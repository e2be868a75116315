"""The PDF pen and its fonts. With `sheet`, the only place that imports reportlab."""

from __future__ import annotations

import re
from functools import cache
from importlib.resources import files
from typing import Any

from reportlab.pdfbase import pdfmetrics
from reportlab.pdfbase.ttfonts import TTFont

from edgetally.curves import Line
from edgetally.output.pens import INK, Colour, Label, Path, cubics

REGULAR, BOLD = "EdgetallySans", "EdgetallySans-Bold"
SUBSCRIPT = 0.72
DROP = 0.22
_SYMBOL = re.compile(r"([A-Za-z]_\w+)")
SUBSTITUTE = "□"
"""Stands, visibly, for a character that the font has no glyph for."""


@cache
def register_fonts() -> None:
    """Make the two embedded fonts known to the PDF library: DejaVu Sans Condensed, under its free licence."""
    folder = files("edgetally.output") / "fonts"
    for name, file in ((REGULAR, "DejaVuSansCondensed.ttf"), (BOLD, "DejaVuSansCondensed-Bold.ttf")):
        pdfmetrics.registerFont(TTFont(name, str(folder / file)))


def printable(text: str, font: str = REGULAR) -> str:
    """Replace what the font cannot show by a visible substitute. Control characters would vanish without a trace."""
    glyphs = pdfmetrics.getFont(font).face.charToGlyph
    return "".join(c if ord(c) in glyphs and c.isprintable() else SUBSTITUTE for c in text)


def text_width(text: str, size: float, font: str = REGULAR) -> float:
    """Return the width of a text [pt]."""
    return float(pdfmetrics.stringWidth(text, font, size))


def wrapped(text: str, size: float, width: float, font: str = REGULAR) -> list[str]:
    """Break a text into lines not wider than `width` [pt]; a word that is too long alone is cut."""
    lines: list[str] = []
    for paragraph in text.split("\n"):
        line = ""
        for word in printable(paragraph, font).split(" "):
            trial = f"{line} {word}" if line else word
            while text_width(trial, size, font) > width:
                if line:
                    lines.append(line)
                    line, trial = "", word
                    continue
                cut = len(trial)
                while cut > 1 and text_width(trial[:cut], size, font) > width:
                    cut -= 1
                lines.append(trial[:cut])
                trial = trial[cut:]
            line = trial
        lines.append(line)
    return lines


def fitted(text: str, size: float, width: float, font: str = REGULAR) -> str:
    """Shorten a text to one line of `width` [pt], the cut marked by an ellipsis."""
    text = printable(text, font)
    if text_width(text, size, font) <= width:
        return text
    while text and text_width(text + "…", size, font) > width:
        text = text[:-1]
    return text + "…"


class PdfPen:
    """Draws the items of a picture on a PDF page; arcs become cubics, as PDF knows no others."""

    def __init__(self, canvas: Any) -> None:
        self._canvas = canvas

    def path(self, path: Path, shift: complex) -> None:
        canvas, style = self._canvas, path.style
        shape = canvas.beginPath()
        for run in path.runs:
            start = run[0].start + shift
            shape.moveTo(start.real, start.imag)
            for curve in run:
                if isinstance(curve, Line):
                    end = curve.end + shift
                    shape.lineTo(end.real, end.imag)
                    continue
                for piece in cubics(curve):
                    a, b, end = (z + shift for z in piece)
                    shape.curveTo(a.real, a.imag, b.real, b.imag, end.real, end.imag)
            if path.closed:
                shape.close()
        canvas.saveState()
        canvas.setLineJoin(1)
        canvas.setStrokeColorRGB(*style.colour)
        canvas.setLineWidth(style.width)
        canvas.setDash(list(style.dash))
        if style.fill:
            canvas.setFillColorRGB(*style.fill)
        canvas.drawPath(shape, stroke=int(style.width > 0), fill=int(style.fill is not None), fillMode=0)
        canvas.restoreState()

    def label(self, label: Label, shift: complex) -> None:
        font = BOLD if label.bold else REGULAR
        z = label.at + shift
        width = symbol_width(label.text, label.size, font) if label.symbol else text_width(label.text, label.size, font)
        x = z.real - {"start": 0.0, "middle": 0.5, "end": 1.0}[label.anchor] * width
        if label.symbol:
            self.symbol(x, z.imag, label.text, label.size, font, label.colour)
        else:
            self.text(x, z.imag, label.text, label.size, font, label.colour)

    def text(self, x: float, y: float, text: str, size: float, font: str = REGULAR, colour: Colour = INK) -> float:
        """Draw a text and return where it ends."""
        text = printable(text, font)
        self._canvas.setFillColorRGB(*colour)
        self._canvas.setFont(font, size)
        self._canvas.drawString(x, y, text)
        return x + text_width(text, size, font)

    def sentence(self, x: float, y: float, text: str, size: float, font: str = REGULAR) -> None:
        """Draw a line of text in which words as I_xy are symbols with a subscript."""
        for k, part in enumerate(_SYMBOL.split(text)):
            x = self.symbol(x, y, part, size, font) if k % 2 else self.text(x, y, part, size, font)

    def symbol(self, x: float, y: float, symbol: str, size: float, font: str = REGULAR, colour: Colour = INK) -> float:
        """Draw a symbol whose subscript follows `_`, and return where it ends."""
        main, _, sub = symbol.partition("_")
        x = self.text(x, y, main, size, font, colour)
        return self.text(x, y - DROP * size, sub, SUBSCRIPT * size, font, colour) if sub else x


def symbol_width(symbol: str, size: float, font: str = REGULAR) -> float:
    """Return the width of a symbol with its subscript [pt]."""
    main, _, sub = symbol.partition("_")
    return text_width(main, size, font) + text_width(sub, SUBSCRIPT * size, font)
::::::::
Work request: Copy out each record, keeping every word as it is.

Problem solution:
repository e2be868a75116315
"""The PDF pen and its fonts. With `sheet`, the only place that imports reportlab."""

from __future__ import annotations

import re
from functools import cache
from importlib.resources import files
from typing import Any

from reportlab.pdfbase import pdfmetrics
from reportlab.pdfbase.ttfonts import TTFont

from edgetally.curves import Line
from edgetally.output.pens import INK, Colour, Label, Path, cubics

REGULAR, BOLD = "EdgetallySans", "EdgetallySans-Bold"
SUBSCRIPT = 0.72
DROP = 0.22
_SYMBOL = re.compile(r"([A-Za-z]_\w+)")
SUBSTITUTE = "□"
"""Stands, visibly, for a character that the font has no glyph for."""


@cache
def register_fonts() -> None:
    """Make the two embedded fonts known to the PDF library: DejaVu Sans Condensed, under its free licence."""
    folder = files("edgetally.output") / "fonts"
    for name, file in ((REGULAR, "DejaVuSansCondensed.ttf"), (BOLD, "DejaVuSansCondensed-Bold.ttf")):
        pdfmetrics.registerFont(TTFont(name, str(folder / file)))


def printable(text: str, font: str = REGULAR) -> str:
    """Replace what the font cannot show by a visible substitute. Control characters would vanish without a trace."""
    glyphs = pdfmetrics.getFont(font).face.charToGlyph
    return "".join(c if ord(c) in glyphs and c.isprintable() else SUBSTITUTE for c in text)


def text_width(text: str, size: float, font: str = REGULAR) -> float:
    """Return the width of a text [pt]."""
    return float(pdfmetrics.stringWidth(text, font, size))


def wrapped(text: str, size: float, width: float, font: str = REGULAR) -> list[str]:
    """Break a text into lines not wider than `width` [pt]; a word that is too long alone is cut."""
    lines: list[str] = []
    for paragraph in text.split("\n"):
        line = ""
        for word in printable(paragraph, font).split(" "):
            trial = f"{line} {word}" if line else word
            while text_width(trial, size, font) > width:
                if line:
                    lines.append(line)
                    line, trial = "", word
                    continue
                cut = len(trial)
                while cut > 1 and text_width(trial[:cut], size, font) > width:
                    cut -= 1
                lines.append(trial[:cut])
                trial = trial[cut:]
            line = trial
        lines.append(line)
    return lines


def fitted(text: str, size: float, width: float, font: str = REGULAR) -> str:
    """Shorten a text to one line of `width` [pt], the cut marked by an ellipsis."""
    text = printable(text, font)
    if text_width(text, size, font) <= width:
        return text
    while text and text_width(text + "…", size, font) > width:
        text = text[:-1]
    return text + "…"


class PdfPen:
    """Draws the items of a picture on a PDF page; arcs become cubics, as PDF knows no others."""

    def __init__(self, canvas: Any) -> None:
        self._canvas = canvas

    def path(self, path: Path, shift: complex) -> None:
        canvas, style = self._canvas, path.style
        shape = canvas.beginPath()
        for run in path.runs:
            start = run[0].start + shift
            shape.moveTo(start.real, start.imag)
            for curve in run:
                if isinstance(curve, Line):
                    end = curve.end + shift
                    shape.lineTo(end.real, end.imag)
                    continue
                for piece in cubics(curve):
                    a, b, end = (z + shift for z in piece)
                    shape.curveTo(a.real, a.imag, b.real, b.imag, end.real, end.imag)
            if path.closed:
                shape.close()
        canvas.saveState()
        canvas.setLineJoin(1)
        canvas.setStrokeColorRGB(*style.colour)
        canvas.setLineWidth(style.width)
        canvas.setDash(list(style.dash))
        if style.fill:
            canvas.setFillColorRGB(*style.fill)
        canvas.drawPath(shape, stroke=int(style.width > 0), fill=int(style.fill is not None), fillMode=0)
        canvas.restoreState()

    def label(self, label: Label, shift: complex) -> None:
        font = BOLD if label.bold else REGULAR
        z = label.at + shift
        width = symbol_width(label.text, label.size, font) if label.symbol else text_width(label.text, label.size, font)
        x = z.real - {"start": 0.0, "middle": 0.5, "end": 1.0}[label.anchor] * width
        if label.symbol:
            self.symbol(x, z.imag, label.text, label.size, font, label.colour)
        else:
            self.text(x, z.imag, label.text, label.size, font, label.colour)

    def text(self, x: float, y: float, text: str, size: float, font: str = REGULAR, colour: Colour = INK) -> float:
        """Draw a text and return where it ends."""
        text = printable(text, font)
        self._canvas.setFillColorRGB(*colour)
        self._canvas.setFont(font, size)
        self._canvas.drawString(x, y, text)
        return x + text_width(text, size, font)

    def sentence(self, x: float, y: float, text: str, size: float, font: str = REGULAR) -> None:
        """Draw a line of text in which words as I_xy are symbols with a subscript."""
        for k, part in enumerate(_SYMBOL.split(text)):
            x = self.symbol(x, y, part, size, font) if k % 2 else self.text(x, y, part, size, font)

    def symbol(self, x: float, y: float, symbol: str, size: float, font: str = REGULAR, colour: Colour = INK) -> float:
        """Draw a symbol whose subscript follows `_`, and return where it ends."""
        main, _, sub = symbol.partition("_")
        x = self.text(x, y, main, size, font, colour)
        return self.text(x, y - DROP * size, sub, SUBSCRIPT * size, font, colour) if sub else x


def symbol_width(symbol: str, size: float, font: str = REGULAR) -> float:
    """Return the width of a symbol with its subscript [pt]."""
    main, _, sub = symbol.partition("_")
    return text_width(main, size, font) + text_width(sub, SUBSCRIPT * size, font)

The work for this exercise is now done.